── Excerpted data ──

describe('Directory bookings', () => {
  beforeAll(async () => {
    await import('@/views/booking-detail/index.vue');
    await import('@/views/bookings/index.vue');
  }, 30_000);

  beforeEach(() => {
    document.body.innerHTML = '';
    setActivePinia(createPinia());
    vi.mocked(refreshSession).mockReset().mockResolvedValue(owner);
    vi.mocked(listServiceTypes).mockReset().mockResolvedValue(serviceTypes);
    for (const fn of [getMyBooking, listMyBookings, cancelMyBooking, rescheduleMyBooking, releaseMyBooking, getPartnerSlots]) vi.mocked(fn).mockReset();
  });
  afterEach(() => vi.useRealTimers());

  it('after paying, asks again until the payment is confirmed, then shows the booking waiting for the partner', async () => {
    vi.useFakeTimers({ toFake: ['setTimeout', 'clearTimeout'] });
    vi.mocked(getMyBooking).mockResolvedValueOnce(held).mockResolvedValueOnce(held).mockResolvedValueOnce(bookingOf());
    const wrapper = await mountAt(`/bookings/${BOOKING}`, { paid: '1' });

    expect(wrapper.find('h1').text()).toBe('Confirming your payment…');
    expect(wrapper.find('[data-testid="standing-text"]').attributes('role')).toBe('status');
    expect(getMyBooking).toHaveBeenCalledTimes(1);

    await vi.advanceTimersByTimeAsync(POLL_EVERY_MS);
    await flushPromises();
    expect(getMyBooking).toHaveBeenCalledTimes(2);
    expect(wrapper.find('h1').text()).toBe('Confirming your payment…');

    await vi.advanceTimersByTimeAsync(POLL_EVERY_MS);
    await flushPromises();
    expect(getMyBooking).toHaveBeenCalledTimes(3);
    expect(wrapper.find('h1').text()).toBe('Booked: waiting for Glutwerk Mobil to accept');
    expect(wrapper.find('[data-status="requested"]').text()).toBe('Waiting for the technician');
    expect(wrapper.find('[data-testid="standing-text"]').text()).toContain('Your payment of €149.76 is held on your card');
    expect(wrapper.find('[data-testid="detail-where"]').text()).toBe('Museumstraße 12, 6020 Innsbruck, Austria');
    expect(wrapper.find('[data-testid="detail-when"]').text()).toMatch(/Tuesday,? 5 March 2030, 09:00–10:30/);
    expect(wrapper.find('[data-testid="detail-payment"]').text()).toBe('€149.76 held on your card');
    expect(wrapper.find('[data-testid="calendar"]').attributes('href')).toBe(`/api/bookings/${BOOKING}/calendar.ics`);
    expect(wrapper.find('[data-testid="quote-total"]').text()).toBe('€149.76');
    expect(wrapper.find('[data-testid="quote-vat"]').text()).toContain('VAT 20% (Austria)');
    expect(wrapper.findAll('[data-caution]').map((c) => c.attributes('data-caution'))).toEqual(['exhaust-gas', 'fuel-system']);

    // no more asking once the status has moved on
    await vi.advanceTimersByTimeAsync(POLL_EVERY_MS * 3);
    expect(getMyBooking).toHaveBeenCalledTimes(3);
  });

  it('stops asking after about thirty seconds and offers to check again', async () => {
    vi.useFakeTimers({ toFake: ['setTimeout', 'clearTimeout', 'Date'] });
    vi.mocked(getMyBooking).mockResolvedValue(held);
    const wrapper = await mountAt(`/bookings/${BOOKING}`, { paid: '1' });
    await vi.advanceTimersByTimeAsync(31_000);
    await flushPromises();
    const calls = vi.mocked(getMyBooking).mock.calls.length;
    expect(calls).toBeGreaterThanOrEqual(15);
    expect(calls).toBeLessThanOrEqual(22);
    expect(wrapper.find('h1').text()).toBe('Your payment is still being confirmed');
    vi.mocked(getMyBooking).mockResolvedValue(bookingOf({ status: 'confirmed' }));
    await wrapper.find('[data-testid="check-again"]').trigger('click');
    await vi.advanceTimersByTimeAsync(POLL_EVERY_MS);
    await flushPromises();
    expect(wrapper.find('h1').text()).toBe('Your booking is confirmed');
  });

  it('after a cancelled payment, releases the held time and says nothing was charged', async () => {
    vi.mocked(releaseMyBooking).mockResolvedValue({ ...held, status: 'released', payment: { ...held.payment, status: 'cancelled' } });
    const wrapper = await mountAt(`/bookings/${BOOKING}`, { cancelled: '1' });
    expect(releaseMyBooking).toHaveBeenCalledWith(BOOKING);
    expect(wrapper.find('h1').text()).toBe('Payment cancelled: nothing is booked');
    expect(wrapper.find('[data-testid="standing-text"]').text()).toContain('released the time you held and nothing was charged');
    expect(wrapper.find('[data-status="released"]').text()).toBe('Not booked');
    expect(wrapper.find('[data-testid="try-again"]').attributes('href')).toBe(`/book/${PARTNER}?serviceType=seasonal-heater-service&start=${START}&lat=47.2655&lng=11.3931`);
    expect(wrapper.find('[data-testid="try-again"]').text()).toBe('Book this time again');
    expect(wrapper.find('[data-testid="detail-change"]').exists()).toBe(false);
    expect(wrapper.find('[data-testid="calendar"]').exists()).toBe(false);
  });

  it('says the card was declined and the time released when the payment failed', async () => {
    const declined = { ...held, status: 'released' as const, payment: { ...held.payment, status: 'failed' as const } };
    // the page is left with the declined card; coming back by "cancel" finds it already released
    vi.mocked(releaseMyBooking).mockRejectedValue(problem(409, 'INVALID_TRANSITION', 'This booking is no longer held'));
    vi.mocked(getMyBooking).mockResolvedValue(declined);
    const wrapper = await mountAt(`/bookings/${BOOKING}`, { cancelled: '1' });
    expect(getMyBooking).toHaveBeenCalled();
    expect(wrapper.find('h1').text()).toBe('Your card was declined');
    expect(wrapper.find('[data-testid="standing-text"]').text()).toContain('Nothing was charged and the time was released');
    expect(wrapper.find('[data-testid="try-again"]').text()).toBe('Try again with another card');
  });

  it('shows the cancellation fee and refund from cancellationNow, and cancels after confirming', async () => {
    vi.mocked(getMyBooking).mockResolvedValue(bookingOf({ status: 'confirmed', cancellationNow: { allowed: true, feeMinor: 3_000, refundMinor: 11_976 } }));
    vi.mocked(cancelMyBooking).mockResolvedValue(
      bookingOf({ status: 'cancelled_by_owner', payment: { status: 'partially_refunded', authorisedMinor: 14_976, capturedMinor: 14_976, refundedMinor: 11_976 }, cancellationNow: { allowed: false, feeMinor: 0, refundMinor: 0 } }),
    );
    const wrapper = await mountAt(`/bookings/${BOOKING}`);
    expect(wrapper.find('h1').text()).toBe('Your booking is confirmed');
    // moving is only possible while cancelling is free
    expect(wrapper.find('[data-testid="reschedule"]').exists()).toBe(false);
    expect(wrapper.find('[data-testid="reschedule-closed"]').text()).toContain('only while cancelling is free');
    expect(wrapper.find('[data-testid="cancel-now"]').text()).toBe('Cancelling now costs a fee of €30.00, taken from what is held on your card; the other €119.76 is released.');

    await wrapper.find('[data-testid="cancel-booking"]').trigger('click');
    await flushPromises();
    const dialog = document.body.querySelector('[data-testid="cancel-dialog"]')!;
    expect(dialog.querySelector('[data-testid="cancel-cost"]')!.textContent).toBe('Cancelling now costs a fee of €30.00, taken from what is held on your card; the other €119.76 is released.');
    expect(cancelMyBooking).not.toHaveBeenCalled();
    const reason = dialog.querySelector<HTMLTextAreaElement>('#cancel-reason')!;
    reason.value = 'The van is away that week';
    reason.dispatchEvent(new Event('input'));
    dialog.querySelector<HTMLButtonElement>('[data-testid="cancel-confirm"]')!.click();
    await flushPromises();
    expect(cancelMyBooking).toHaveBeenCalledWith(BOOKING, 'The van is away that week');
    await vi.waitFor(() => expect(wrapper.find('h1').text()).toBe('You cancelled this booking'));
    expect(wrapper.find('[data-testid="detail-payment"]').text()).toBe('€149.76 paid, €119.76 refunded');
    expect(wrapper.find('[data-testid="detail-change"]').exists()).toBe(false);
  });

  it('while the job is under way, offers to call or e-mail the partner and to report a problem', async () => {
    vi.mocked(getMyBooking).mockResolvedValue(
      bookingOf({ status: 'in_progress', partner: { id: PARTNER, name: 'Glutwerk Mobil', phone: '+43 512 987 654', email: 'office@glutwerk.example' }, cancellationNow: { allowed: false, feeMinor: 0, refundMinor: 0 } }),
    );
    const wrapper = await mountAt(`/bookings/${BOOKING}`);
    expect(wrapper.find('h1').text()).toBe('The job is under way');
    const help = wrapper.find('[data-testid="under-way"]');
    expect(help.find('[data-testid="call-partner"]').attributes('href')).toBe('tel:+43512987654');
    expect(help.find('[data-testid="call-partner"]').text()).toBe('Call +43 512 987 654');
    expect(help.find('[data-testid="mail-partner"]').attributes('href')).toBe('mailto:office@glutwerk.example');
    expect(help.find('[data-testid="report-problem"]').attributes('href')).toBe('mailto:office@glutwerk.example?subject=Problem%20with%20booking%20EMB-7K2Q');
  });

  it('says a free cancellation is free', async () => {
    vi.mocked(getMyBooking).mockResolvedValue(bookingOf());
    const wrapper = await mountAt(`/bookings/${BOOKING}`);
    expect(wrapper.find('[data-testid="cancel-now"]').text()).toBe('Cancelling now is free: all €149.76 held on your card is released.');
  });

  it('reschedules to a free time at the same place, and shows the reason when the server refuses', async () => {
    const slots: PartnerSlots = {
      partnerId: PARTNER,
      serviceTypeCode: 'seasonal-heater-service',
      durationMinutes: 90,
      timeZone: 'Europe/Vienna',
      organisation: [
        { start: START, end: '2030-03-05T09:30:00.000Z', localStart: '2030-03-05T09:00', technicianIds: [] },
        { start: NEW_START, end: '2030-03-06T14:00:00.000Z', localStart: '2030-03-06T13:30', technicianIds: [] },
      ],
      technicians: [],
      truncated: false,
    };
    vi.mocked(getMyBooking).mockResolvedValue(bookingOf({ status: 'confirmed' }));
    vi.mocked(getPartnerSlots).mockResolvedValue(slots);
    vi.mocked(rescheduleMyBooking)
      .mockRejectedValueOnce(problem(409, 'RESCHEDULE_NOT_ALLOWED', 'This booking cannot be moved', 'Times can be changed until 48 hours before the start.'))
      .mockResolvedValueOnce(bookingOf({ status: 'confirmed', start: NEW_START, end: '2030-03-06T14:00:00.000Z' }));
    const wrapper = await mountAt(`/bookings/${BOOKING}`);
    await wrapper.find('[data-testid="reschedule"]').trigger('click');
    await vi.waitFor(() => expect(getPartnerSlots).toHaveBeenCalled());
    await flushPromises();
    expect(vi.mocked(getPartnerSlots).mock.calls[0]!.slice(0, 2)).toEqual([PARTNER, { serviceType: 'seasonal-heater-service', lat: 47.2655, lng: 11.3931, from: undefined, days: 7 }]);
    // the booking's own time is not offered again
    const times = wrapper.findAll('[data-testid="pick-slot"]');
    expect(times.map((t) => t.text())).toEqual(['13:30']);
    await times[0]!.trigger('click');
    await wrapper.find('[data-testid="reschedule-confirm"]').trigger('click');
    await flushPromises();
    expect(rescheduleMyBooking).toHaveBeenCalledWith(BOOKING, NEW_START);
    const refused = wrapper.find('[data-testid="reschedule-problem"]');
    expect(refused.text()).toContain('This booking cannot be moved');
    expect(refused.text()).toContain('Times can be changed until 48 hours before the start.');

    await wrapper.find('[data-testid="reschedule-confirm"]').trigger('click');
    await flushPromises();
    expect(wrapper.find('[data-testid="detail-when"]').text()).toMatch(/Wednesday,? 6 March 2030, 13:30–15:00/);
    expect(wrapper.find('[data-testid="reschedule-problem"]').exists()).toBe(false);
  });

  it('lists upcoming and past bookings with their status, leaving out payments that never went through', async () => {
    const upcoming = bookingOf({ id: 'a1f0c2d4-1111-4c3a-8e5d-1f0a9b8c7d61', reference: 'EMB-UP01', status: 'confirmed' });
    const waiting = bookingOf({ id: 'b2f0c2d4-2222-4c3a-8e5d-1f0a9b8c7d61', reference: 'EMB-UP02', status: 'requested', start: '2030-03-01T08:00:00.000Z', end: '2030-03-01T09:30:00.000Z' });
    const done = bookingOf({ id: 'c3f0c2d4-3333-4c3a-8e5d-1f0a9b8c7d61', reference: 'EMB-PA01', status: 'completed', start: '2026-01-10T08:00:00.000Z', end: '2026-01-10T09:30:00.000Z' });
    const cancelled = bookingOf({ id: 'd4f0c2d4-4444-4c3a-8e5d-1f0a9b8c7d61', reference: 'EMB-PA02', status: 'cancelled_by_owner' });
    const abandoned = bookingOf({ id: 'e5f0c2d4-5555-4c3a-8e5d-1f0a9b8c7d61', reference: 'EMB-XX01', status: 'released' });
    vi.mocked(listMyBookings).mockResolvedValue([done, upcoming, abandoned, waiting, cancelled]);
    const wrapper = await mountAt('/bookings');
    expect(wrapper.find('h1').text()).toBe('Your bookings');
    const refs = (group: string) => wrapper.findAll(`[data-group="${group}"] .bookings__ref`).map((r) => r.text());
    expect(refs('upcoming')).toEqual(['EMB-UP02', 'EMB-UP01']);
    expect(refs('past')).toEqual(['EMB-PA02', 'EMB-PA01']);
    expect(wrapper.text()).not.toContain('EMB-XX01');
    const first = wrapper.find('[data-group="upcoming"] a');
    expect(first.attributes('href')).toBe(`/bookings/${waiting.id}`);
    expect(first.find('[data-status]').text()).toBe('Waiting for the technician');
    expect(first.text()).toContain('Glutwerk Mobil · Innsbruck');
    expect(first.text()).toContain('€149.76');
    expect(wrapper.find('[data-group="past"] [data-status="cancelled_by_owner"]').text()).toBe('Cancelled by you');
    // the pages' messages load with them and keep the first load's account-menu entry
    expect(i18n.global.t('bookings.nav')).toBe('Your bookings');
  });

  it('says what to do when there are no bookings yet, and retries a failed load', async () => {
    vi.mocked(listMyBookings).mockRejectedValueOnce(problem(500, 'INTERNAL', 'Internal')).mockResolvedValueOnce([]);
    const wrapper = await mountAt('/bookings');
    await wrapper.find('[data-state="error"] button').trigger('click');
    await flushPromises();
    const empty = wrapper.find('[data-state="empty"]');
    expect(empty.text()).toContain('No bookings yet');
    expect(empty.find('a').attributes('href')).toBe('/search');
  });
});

───
── Excerpted data ──

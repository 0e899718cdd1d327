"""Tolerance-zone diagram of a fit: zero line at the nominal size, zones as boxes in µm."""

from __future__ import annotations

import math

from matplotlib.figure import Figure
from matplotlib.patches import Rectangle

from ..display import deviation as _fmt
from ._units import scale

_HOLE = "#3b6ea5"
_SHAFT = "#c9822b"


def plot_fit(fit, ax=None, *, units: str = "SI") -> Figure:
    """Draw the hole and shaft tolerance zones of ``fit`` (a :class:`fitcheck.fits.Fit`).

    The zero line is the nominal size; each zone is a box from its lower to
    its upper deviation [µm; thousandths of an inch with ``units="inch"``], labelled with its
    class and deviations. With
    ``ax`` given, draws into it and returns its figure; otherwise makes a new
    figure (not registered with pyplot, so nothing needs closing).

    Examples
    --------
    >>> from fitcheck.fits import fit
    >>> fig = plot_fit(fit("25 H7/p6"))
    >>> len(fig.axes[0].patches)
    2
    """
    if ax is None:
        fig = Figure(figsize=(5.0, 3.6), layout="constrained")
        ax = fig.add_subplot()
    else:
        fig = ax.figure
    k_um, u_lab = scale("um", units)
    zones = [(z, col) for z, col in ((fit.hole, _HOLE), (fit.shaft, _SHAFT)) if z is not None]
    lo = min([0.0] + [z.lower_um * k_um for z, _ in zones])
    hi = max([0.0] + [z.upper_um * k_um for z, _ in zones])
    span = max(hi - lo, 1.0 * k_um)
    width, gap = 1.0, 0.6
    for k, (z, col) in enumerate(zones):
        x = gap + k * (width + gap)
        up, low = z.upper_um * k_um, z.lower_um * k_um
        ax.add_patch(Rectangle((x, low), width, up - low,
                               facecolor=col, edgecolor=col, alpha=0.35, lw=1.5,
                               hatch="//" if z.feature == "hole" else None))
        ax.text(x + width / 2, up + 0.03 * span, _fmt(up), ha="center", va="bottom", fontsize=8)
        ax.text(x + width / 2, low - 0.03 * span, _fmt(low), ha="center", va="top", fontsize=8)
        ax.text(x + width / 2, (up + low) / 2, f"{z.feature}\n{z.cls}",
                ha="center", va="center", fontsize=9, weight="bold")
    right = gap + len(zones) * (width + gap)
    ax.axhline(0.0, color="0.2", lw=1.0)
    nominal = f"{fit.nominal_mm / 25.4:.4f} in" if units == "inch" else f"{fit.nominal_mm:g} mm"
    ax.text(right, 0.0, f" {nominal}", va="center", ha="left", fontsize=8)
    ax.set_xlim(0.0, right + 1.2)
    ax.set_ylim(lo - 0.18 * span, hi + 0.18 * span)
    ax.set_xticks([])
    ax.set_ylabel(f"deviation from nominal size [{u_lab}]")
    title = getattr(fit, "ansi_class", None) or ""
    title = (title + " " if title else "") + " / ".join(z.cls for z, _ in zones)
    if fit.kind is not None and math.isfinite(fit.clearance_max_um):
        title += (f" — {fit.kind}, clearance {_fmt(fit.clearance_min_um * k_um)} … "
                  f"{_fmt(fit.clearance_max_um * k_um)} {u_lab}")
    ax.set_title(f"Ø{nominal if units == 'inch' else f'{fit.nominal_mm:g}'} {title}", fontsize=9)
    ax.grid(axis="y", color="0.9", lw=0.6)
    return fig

───

#### [Your assignment]
Scan the entries for lines with the word "right". The number of such lines is the whole answer.

#### [Response for this exercise]
3